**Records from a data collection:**
^^^^

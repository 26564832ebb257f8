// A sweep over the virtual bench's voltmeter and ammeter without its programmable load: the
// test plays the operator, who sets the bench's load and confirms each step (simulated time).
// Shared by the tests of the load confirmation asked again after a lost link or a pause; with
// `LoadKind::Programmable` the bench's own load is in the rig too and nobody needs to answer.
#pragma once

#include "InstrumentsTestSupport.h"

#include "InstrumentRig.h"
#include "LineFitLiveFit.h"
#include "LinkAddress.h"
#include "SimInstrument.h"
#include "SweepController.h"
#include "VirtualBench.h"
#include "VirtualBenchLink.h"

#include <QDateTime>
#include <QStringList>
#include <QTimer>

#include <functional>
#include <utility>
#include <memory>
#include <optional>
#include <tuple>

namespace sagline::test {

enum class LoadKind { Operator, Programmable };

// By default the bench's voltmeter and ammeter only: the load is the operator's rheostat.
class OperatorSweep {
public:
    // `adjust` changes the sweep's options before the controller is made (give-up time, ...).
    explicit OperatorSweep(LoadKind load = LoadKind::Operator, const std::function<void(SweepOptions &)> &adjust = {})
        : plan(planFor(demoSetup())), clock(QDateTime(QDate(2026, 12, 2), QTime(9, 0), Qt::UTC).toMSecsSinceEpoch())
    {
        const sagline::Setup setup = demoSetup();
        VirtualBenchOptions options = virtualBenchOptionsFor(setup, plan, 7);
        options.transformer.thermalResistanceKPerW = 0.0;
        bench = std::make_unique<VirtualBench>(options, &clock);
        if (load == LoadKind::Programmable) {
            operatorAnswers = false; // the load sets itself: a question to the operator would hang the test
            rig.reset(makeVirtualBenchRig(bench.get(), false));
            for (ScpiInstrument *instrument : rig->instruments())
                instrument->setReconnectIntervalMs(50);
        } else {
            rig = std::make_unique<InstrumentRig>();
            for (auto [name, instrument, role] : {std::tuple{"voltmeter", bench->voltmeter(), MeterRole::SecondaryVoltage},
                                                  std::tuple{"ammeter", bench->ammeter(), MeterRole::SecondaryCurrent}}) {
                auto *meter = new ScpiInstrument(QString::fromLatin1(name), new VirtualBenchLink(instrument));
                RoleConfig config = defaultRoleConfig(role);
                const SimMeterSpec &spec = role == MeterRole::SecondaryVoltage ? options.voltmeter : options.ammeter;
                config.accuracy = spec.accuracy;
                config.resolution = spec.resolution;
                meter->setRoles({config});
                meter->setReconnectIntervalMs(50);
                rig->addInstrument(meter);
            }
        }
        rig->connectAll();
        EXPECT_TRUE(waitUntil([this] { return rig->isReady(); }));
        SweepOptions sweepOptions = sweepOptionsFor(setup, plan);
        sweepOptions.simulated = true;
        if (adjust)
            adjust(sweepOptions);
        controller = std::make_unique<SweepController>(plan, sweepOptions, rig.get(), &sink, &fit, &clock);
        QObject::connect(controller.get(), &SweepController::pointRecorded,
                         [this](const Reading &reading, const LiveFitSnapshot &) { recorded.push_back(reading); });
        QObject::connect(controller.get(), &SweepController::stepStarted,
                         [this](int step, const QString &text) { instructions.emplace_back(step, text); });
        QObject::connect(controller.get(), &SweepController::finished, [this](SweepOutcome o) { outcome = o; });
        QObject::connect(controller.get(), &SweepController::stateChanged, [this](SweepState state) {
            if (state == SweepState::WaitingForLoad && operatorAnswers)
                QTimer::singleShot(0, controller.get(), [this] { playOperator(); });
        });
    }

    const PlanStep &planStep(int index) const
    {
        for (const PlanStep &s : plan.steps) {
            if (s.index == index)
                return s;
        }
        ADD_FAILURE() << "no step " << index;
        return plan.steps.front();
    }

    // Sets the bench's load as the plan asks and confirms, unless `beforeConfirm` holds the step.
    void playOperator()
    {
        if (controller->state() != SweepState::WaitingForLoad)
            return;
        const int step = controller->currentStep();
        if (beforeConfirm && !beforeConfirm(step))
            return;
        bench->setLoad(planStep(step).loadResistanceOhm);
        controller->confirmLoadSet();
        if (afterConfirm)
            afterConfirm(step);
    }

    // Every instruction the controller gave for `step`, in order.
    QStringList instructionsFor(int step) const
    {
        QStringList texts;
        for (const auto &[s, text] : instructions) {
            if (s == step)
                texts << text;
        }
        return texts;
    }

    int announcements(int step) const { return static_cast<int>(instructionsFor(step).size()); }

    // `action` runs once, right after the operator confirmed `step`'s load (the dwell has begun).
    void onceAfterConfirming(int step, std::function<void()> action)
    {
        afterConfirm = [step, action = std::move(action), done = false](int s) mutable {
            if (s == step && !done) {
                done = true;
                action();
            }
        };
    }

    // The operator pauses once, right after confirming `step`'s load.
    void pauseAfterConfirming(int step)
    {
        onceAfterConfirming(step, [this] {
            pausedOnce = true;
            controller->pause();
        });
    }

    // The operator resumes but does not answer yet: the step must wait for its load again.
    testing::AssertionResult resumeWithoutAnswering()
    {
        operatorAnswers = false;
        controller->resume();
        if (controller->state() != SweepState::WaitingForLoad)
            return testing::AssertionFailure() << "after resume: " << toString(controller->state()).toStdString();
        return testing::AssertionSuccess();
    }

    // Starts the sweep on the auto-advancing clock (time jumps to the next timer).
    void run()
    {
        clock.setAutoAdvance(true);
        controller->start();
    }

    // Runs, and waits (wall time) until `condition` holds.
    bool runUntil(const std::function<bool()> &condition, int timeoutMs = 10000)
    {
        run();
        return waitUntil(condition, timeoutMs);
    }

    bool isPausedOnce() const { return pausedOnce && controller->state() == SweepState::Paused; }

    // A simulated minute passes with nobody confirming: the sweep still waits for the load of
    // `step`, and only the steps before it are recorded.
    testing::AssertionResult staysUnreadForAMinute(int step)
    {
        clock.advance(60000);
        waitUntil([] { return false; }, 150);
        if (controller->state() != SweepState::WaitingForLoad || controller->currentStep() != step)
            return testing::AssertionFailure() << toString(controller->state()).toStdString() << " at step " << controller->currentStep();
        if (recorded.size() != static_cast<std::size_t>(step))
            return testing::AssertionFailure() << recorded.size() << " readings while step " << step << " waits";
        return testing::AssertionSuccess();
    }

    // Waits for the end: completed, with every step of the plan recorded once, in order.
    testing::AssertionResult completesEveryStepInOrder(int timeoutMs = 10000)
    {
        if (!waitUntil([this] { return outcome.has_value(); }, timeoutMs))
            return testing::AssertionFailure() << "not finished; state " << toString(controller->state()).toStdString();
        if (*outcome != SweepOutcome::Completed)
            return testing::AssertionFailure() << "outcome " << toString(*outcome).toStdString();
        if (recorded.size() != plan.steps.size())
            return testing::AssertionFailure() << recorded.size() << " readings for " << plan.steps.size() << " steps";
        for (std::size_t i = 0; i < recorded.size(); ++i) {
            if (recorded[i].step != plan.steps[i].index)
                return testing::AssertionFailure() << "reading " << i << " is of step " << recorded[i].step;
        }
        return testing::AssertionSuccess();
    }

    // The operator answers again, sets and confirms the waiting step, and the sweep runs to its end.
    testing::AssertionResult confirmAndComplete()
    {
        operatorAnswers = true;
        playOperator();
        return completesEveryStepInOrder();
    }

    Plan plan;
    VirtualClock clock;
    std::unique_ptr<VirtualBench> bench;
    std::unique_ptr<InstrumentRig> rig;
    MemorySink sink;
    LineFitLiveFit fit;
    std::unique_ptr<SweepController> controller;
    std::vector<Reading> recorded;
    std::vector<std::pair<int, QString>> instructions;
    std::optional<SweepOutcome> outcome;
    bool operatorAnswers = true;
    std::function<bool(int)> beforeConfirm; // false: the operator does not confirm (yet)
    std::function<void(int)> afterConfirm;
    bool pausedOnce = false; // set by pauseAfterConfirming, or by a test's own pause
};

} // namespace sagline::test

^^^^

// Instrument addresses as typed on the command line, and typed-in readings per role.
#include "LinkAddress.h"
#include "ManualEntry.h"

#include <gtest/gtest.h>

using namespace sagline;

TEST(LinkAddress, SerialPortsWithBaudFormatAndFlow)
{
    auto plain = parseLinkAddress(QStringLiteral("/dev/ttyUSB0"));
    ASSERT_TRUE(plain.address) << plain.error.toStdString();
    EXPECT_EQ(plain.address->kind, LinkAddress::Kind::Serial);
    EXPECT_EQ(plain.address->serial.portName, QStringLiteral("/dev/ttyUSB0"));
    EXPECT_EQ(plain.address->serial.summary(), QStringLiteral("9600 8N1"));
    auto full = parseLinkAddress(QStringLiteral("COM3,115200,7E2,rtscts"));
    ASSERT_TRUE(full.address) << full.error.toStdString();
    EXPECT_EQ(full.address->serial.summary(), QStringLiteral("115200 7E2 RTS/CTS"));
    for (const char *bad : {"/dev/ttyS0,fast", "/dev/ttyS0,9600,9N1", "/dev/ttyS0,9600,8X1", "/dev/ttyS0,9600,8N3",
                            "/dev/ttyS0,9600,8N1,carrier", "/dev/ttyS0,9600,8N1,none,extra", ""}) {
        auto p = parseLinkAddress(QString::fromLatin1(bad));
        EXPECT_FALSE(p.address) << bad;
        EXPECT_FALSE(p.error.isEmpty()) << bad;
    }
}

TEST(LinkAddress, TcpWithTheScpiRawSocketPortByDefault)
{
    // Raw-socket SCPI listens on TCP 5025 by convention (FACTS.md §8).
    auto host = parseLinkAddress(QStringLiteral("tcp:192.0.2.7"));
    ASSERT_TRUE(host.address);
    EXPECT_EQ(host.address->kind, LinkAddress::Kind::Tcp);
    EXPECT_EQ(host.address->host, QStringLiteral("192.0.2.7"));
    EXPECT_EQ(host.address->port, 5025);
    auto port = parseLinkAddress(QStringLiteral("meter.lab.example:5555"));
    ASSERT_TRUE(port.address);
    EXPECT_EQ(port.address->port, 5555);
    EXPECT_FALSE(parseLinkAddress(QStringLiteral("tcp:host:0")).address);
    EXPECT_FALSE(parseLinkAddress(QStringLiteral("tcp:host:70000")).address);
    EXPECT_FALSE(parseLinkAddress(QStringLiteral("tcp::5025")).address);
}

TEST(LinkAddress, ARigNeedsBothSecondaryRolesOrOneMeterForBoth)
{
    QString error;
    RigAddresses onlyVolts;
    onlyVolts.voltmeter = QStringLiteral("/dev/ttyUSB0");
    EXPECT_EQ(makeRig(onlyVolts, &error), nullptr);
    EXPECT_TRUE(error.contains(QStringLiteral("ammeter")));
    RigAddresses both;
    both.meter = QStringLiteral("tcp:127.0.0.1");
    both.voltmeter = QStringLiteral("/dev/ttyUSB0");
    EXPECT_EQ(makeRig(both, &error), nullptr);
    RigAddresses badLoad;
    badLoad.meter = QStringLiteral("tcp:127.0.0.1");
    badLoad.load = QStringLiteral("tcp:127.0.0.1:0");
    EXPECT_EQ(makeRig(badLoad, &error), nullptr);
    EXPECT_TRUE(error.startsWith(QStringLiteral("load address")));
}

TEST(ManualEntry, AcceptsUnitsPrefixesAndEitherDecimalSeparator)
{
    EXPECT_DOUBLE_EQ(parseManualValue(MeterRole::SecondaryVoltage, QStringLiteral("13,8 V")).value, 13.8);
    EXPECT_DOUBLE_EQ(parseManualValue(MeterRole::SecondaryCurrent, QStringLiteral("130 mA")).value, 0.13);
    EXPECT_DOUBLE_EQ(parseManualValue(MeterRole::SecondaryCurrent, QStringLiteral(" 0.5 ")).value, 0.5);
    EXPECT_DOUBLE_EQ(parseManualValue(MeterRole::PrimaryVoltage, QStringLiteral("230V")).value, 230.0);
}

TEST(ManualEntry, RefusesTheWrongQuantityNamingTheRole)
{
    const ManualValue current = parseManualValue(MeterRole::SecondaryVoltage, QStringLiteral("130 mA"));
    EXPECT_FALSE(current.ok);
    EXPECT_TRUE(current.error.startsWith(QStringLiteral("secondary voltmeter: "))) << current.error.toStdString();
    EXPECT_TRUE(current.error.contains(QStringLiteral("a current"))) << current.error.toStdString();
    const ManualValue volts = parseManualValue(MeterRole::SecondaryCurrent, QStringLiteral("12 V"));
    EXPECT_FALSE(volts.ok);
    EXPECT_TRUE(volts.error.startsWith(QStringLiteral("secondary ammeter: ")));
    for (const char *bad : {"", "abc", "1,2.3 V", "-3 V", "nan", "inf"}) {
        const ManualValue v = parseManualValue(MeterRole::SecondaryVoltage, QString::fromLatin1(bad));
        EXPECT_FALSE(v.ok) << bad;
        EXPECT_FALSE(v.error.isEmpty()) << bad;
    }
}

^^^^

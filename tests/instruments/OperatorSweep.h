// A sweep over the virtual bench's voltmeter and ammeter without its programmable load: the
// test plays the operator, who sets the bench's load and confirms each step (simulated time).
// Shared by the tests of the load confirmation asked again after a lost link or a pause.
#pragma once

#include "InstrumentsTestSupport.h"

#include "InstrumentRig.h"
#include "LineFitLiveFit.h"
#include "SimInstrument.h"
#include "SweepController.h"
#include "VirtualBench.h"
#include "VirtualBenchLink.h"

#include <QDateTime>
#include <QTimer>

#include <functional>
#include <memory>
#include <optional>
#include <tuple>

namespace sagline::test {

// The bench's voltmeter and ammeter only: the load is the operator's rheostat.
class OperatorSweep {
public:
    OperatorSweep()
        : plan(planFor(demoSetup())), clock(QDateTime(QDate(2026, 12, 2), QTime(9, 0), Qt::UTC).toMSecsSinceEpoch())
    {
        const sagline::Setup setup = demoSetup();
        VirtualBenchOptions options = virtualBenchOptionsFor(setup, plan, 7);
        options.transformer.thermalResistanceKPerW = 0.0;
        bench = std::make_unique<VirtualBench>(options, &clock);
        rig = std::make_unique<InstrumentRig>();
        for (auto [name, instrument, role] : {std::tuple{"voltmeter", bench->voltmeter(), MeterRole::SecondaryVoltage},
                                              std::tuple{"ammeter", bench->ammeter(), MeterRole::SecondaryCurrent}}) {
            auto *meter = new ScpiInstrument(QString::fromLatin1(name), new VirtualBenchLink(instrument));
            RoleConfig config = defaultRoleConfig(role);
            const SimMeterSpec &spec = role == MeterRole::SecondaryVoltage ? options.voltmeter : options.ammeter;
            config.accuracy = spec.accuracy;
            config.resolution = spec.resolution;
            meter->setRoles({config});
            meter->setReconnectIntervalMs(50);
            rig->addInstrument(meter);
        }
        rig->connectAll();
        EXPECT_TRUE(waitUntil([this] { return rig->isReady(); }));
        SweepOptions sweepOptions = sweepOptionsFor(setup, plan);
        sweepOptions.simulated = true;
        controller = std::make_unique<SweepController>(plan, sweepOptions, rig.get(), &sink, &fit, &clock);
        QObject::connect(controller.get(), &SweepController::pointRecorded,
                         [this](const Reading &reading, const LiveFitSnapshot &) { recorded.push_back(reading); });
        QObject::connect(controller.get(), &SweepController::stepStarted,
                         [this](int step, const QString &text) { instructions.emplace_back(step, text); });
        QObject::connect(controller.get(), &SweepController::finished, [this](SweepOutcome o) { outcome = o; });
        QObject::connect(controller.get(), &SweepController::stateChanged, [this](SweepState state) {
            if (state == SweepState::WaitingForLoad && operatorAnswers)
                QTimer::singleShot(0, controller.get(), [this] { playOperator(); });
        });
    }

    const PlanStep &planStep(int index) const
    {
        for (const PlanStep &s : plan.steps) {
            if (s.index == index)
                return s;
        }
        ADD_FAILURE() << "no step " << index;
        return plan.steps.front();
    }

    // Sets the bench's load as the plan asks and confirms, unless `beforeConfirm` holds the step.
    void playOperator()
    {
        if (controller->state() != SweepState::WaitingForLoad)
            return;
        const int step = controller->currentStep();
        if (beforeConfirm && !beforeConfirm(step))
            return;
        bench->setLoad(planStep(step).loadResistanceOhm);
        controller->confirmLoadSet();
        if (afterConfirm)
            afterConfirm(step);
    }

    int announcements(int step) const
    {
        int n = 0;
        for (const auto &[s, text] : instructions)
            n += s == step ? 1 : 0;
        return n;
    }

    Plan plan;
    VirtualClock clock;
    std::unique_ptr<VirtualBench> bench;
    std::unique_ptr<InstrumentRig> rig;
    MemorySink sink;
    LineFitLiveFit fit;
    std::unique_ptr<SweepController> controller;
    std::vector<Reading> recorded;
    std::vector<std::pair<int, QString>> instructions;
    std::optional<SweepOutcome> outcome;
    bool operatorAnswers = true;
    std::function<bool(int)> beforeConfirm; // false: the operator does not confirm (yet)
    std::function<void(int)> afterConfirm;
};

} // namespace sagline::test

^^^^

**EXERCISE DESCRIPTION:**
Your task is to collect every line above that contains the word "size".

**SOLUTION TO THIS PROBLEM:**
    int announcements(int step) const { return static_cast<int>(instructionsFor(step).size()); }
        if (recorded.size() != static_cast<std::size_t>(step))
            return testing::AssertionFailure() << recorded.size() << " readings while step " << step << " waits";
        if (recorded.size() != plan.steps.size())
            return testing::AssertionFailure() << recorded.size() << " readings for " << plan.steps.size() << " steps";
        for (std::size_t i = 0; i < recorded.size(); ++i) {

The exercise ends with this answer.